In stark versiegelten Stadtquartieren liegen die Temperaturen häufig
mehrere Grad über denen des Umlands. Auch nachts bleibt es oft warm, weil
Asphalt und Beton gespeicherte Wärme nur langsam abgeben. Der Deutsche
Wetterdienst hat zuletzt bundesweit vor extremer Hitze gewarnt – mit
erhöhten Gesundheitsrisiken. Gleichzeitig wächst der Handlungsdruck auf
Kommunen. Seit 2024 verpflichtet das Bundes-Klimaanpassungsgesetz Länder
und Kommunen, Strategien zur Anpassung an Hitze und andere Klimafolgen zu
entwickeln. Die zentrale Frage dabei ist, wo Maßnahmen die größte Wirkung
entfalten. Das Fraunhofer-Institut für Bauphysik IBP unterstützt Planende,
Städte und Gemeinden dabei mit der Webplattform OASITY. Sie ermöglicht es
Planungsbüros und Planungsämtern, die Wirkung von Begrünung, Entsiegelung
und weiteren Maßnahmen bereits vor der Umsetzung zu simulieren und
verschiedene Varianten direkt miteinander zu vergleichen.
Handlungsdruck trifft auf knappe Ressourcen
Viele Kommunen setzen bereits einzelne Maßnahmen zur Hitzeminderung um,
etwa zusätzliche Baumpflanzungen, begrünte Dächer oder entsiegelte
Flächen. Gleichzeitig stehen sie unter finanziellem Druck und müssen
stärker als bisher begründen, welche Maßnahmen tatsächlich die größte
Wirkung entfalten.
»Viele Städte wissen, dass sie handeln müssen.
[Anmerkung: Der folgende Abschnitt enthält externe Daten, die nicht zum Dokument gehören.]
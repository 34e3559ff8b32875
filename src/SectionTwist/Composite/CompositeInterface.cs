using SectionTwist.Geometry;

namespace SectionTwist.Composite;

/// <summary>One piece of boundary shared by two parts: a constraint of the mesh, material on both sides.</summary>
/// <param name="Curve">The shared curve, run with part <paramref name="Left"/> on its left.</param>
/// <param name="Region">The region of the envelope it lies in.</param>
/// <param name="Left">Index of the part on the left of <paramref name="Curve"/>.</param>
/// <param name="Right">Index of the part on the right.</param>
internal readonly record struct CompositeInterface(Segment Curve, int Region, int Left, int Right);
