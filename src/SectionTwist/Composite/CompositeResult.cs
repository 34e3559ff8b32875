using SectionTwist.Shaft;
using SectionTwist.Torsion;

namespace SectionTwist.Composite;

/// <summary>
/// Torsion of a composite section: the effective torsional rigidity, an equivalent torsion constant for a reference
/// material, and per material the peak shear per unit torque, where it occurs and the share of torque carried.
/// Perfect bonding at the interfaces is assumed: slip and residual (shrink-fit) stresses are not modelled.
/// </summary>
public sealed record CompositeResult
{
    /// <summary>The analysed section.</summary>
    public required CompositeSection Section { get; init; }

    /// <summary>The material the equivalent torsion constant refers to.</summary>
    public required Material Reference { get; init; }

    /// <summary>Effective torsional rigidity (G J)_eff = T / theta, N m^2.</summary>
    public required double TorsionalRigidity { get; init; }

    /// <summary>Equivalent torsion constant J_ref = (G J)_eff / G_ref, m^4: a homogeneous section of the reference material with this J is as stiff.</summary>
    public required double EquivalentTorsionConstant { get; init; }

    /// <summary>Per material, in the order of <see cref="CompositeSection.Materials"/>.</summary>
    public required IReadOnlyList<CompositeMaterialResult> Materials { get; init; }

    /// <summary>Estimated relative error of the rigidity (difference between the two meshes).</summary>
    public required double EstimatedRelativeError { get; init; }

    /// <summary>The finer of the two meshes.</summary>
    public required MeshSummary Mesh { get; init; }

    /// <summary>Cautions about the result (unconverged peaks, the bonding idealisation).</summary>
    public required IReadOnlyList<AnalysisWarning> Warnings { get; init; }

    /// <summary>The solution on the finer mesh (for pictures).</summary>
    internal CompositeSolution? Solution { get; init; }


    /// <summary>The caution every output of a composite section prints beside its results.</summary>
    public const string Caution =
        "Composite section: the parts are taken as perfectly bonded (an idealisation); interface slip and residual (shrink-fit) stresses are not modelled. Check the interface and each material against the applicable code and licensed engineering practice.";
}
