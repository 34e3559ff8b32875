using SectionTwist.Geometry;
using SectionTwist.Import;
using SectionTwist.Profiles;
using SectionTwist.Shaft;

namespace SectionTwist.Composite;

/// <summary>
/// Builds composite sections from the sources a user names: a composite template spec (its parts, e.g. <c>core</c> and
/// <c>sleeve</c> of <c>sleeved:d=40,t=5</c>) or a drawing whose layers are the parts (each layer read as its own profile).
/// </summary>
public static class CompositeSources
{
    /// <summary>
    /// The composite section of <paramref name="source"/> with a material for each part. For a composite template every
    /// part needs a material; for a drawing (or any other source) each entry names a layer, read with the other
    /// <paramref name="options"/> (part choice, window, snap) unchanged. A template that is not composite is refused.
    /// </summary>
    /// <param name="source">A composite template spec or a drawing file.</param>
    /// <param name="materials">Part (layer) name to material, in the order the parts are listed.</param>
    /// <param name="options">Reader options; <see cref="ProfileSourceOptions.Layer"/> must be null (the parts name the layers).</param>
    public static CompositeSection Load(string source, IReadOnlyList<KeyValuePair<string, Material>> materials, ProfileSourceOptions? options = null)
    {
        ArgumentNullException.ThrowIfNull(source);
        ArgumentNullException.ThrowIfNull(materials);
        options ??= new ProfileSourceOptions();
        var parts = new List<CompositePart>();
        if (ProfileTemplates.IsComposite(source))
        {
            var shapes = ProfileTemplates.BuildParts(source, options.Unit);
            var names = shapes.Select(s => s.Name).ToArray();
            foreach (var (name, _) in materials)
                if (!names.Contains(name, StringComparer.OrdinalIgnoreCase))
                    throw new SectionTwistException("unknown-part",
                        $"{source.Trim()}: the template has no part '{name}'{Suggest.DidYouMean(name, names)}; its parts are {string.Join(", ", names)}");
            foreach (var (name, shape) in shapes)
            {
                var m = materials.FirstOrDefault(kv => string.Equals(kv.Key, name, StringComparison.OrdinalIgnoreCase));
                if (m.Value is null)
                    throw new SectionTwistException("no-material",
                        $"{source.Trim()}: part '{name}' of this composite template has no material; give one for each of {string.Join(", ", names)} (e.g. --material {string.Join(",", names.Select(n => n + "=steel-1045-cd"))})");
                parts.Add(new CompositePart(name, shape, m.Value));
            }
            return new CompositeSection(parts, source.Trim());
        }
        if (ProfileTemplates.IsSpec(source))
            throw new SectionTwistException("not-composite",
                $"{source.Trim()}: '{source[..source.IndexOf(':', StringComparison.Ordinal)].Trim()}' is not a composite template, so it has no parts to give materials; " +
                $"use a composite one ({string.Join(", ", ProfileTemplates.All.Where(t => ProfileTemplates.IsComposite(t.Name + ":")).Select(t => t.Name))}) or a drawing whose layers are the parts, or analyse it without materials");
        if (materials.Count == 0)
            throw new SectionTwistException("no-material", $"{source}: a composite section needs a material for each part (drawing layer), e.g. --material SHAFT=steel-1045-cd,SLEEVE=brass");
        if (options.Layer is not null)
            throw new SectionTwistException("bad-option", $"{source}: the materials name the layers to read; leave out the layer filter (--layer) and map each layer to its material");
        foreach (var (layer, material) in materials)
        {
            Profile shape;
            try
            {
                shape = ProfileSources.Load(source, options with { Layer = layer, PartLayers = materials.Select(m => m.Key).ToArray() });
            }
            catch (SectionTwistException ex)
            {
                // say which layer refused: each part is read from its own layer, so a remedy naming a layer choice does
                // not apply, and one such as another --at point names a part of that layer only
                string choice = options.At is not null || options.Window is not null || options.Part is not null
                    ? $"a part choice applies to each part's layer on its own; {(options.ShaftFileKeys ? "a 'window:'" : "a --window")} around the whole section, or none, suits every layer"
                    : $"each part is read from its own layer, so a {(options.ShaftFileKeys ? "'layer:'" : "--layer")} choice does not apply";
                throw new SectionTwistException(ex.Code, $"{ex.Message} (while reading layer '{layer}' of the composite: {choice})");
            }
            parts.Add(new CompositePart(layer, shape.With(name: $"{Path.GetFileName(source)} layer {layer}"), material));
        }
        return new CompositeSection(parts, Path.GetFileName(source));
    }
}
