using SectionTwist.Geometry;
using SectionTwist.Shaft;

namespace SectionTwist.Composite;

/// <summary>
/// A cross-section made of parts of different materials, perfectly bonded where they meet. Parts meet along shared
/// edges: whole closed loops inside the section (a core in a sleeve, an insert in a bar) or pieces of their outlines
/// that end on the outer boundary or where three parts meet (the two layers of a bimetal strip, two half-discs, an
/// insert touching the outer edge). A shared piece may be only part of a segment of either part, and need not be split
/// the same way by both. Each shared piece becomes an interface of the mesh; the pieces drawn by one part only form the
/// outline (<see cref="Envelope"/>, the union of the parts, holes included), which is validated like any profile.
/// Parts that overlap, touch only at a point or stand apart are refused.
/// </summary>
public sealed class CompositeSection
{
    /// <summary>Builds and checks a composite section; throws a <see cref="SectionTwistException"/> naming the part and the remedy.</summary>
    /// <param name="parts">The parts, at least one; names must differ.</param>
    /// <param name="name">A short name for messages.</param>
    public CompositeSection(IEnumerable<CompositePart> parts, string? name = null)
    {
        ArgumentNullException.ThrowIfNull(parts);
        Parts = parts.ToList().AsReadOnly();
        Name = name ?? (Parts.Count > 0 ? Parts[0].Shape.Name : "composite");
        if (Parts.Count == 0) throw new SectionTwistException("empty-profile", $"{Name}: a composite section needs at least one part");
        foreach (var g in Parts.GroupBy(p => p.Name, StringComparer.OrdinalIgnoreCase))
            if (g.Count() > 1) throw new SectionTwistException("duplicate-part", $"{Name}: two parts are named '{g.Key}'; give each part its own name");
        foreach (var p in Parts) p.Material.Validate();
        var unit = Parts[0].Shape.Unit;
        var arrangement = new CompositeArrangement(Parts, Name);
        try
        {
            Envelope = Profile.FromLoops(arrangement.Loops, unit, Name);
        }
        catch (SectionTwistException ex) when (ex.Code is "self-intersection" or "overlapping-regions" or "hole-outside" or "hole-in-hole" or "zero-area")
        {
            throw new SectionTwistException("composite-parts",
                $"{Name}: the parts overlap or their union is not a valid outline ({ex.Message}); draw the parts so that they do not overlap and neighbours share their edges exactly");
        }
        double sum = Parts.Sum(p => p.Shape.Properties.Area), env = Envelope.Properties.Area;
        if (Math.Abs(sum - env) > 1e-6 * env)
            throw new SectionTwistException("composite-overlap",
                $"{Name}: the parts' areas add to {sum / env:0.######} times the area of their union, so parts overlap (one lies inside another or they cross); draw a sleeve as a ring whose inner loop is the core's outline, and neighbouring parts sharing an edge");
        arrangement.CheckConnected();
        arrangement.WithRegions(Envelope);
        Interfaces = arrangement.Interfaces;
        Materials = Parts.Select(p => p.Material).DistinctBy(m => m.Name, StringComparer.OrdinalIgnoreCase).ToList().AsReadOnly();
    }

    /// <summary>The parts as given.</summary>
    public IReadOnlyList<CompositePart> Parts { get; }

    /// <summary>The distinct materials of the parts (by name), in the order of first use.</summary>
    public IReadOnlyList<Material> Materials { get; }

    /// <summary>A short name for messages and reports.</summary>
    public string Name { get; }

    /// <summary>The section's outline without the interfaces (the homogeneous profile of the same shape).</summary>
    public Profile Envelope { get; }

    /// <summary>The pieces of boundary shared by two parts (bonded interfaces), each ending on the outline, at a junction of three parts or closing on itself.</summary>
    internal IReadOnlyList<CompositeInterface> Interfaces { get; }

    /// <summary>The part that contains <paramref name="p"/> (inside one of its regions, outside their holes), or -1.</summary>
    internal int PartAt(Point2 p)
    {
        for (int i = 0; i < Parts.Count; i++)
            foreach (var r in Parts[i].Shape.Regions)
                if (r.Outer.Contains(p) && !r.Holes.Any(h => h.Contains(p))) return i;
        return -1;
    }
}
Die entscheidende Frage
ist: Welche Maßnahme wirkt an welchem Ort am stärksten?«, sagt Matthias
Winkler, Gruppenleiter Stadtbauphysikalische Modellierung am Fraunhofer
IBP. »Simulationen helfen dabei, diese Frage auf Basis von Daten zu
beantworten, bevor teure Investitionen getätigt werden.«
Vom Forschungsmodell zur Planungspraxis
Grundlage von OASITY ist das öffentlich frei verfügbare Stadtklimamodell
PALM-4U. Es bildet stadtklimatische Prozesse im Stadtraum ab, darunter
thermischen Komfort, Luftströmungen, Kaltluftbewegungen und die
Ausbreitung von Schadstoffen auf Stadt- und Quartiersebene. Bislang waren
solche Simulationen vor allem Forschungs- und Spezialanwendungen. Mit
OASITY können Planungsbüros und kommunale Planungsämter die Analysen
eigenständig durchführen und unterschiedliche Szenarien systematisch
vergleichen. So lässt sich etwa bewerten, wie stark eine Baumreihe einen
Straßenzug kühlt oder was die Entsiegelung eines asphaltierten Platzes
bringt. Die Plattform kann in bestehende digitale Stadtmodelle und urbane
digitale Zwillinge integriert werden.
Begrünung senkt Temperatur und Energiebedarf
Wie wirksam Begrünungsmaßnahmen sein können, zeigen sowohl Simulationen
als auch Messungen des Fraunhofer IBP. Begrünte Fassaden reduzieren die
Erwärmung von Gebäuden deutlich. An heißen Sommertagen können die
Oberflächentemperaturen unbegrünter Fassaden um bis zu 20 Grad Celsius
höher liegen als die begrünter Flächen. Die kühlere Gebäudehülle wirkt
sich auch auf das Gebäudeinnere aus: Innenräume heizen sich weniger stark
auf, wodurch der Bedarf an aktiver Kühlung sinkt. Zusätzlich profitieren
technische Anlagen wie Lüftungs- und Klimasysteme, wenn sie sich im durch
Begrünung gekühlten Umfeld befinden.
Die kühlende Wirkung der Begrünung kann sich auch auf den Energiebedarf
auswirken: Durch die geringere Aufheizung der Fassade sinkt der
Kühlenergiebedarf im Gebäude. Damit tragen Begrünungsmaßnahmen nicht nur
zur Anpassung an zunehmende Hitzebelastung bei, sondern können zugleich
den Energieverbrauch von Gebäuden reduzieren.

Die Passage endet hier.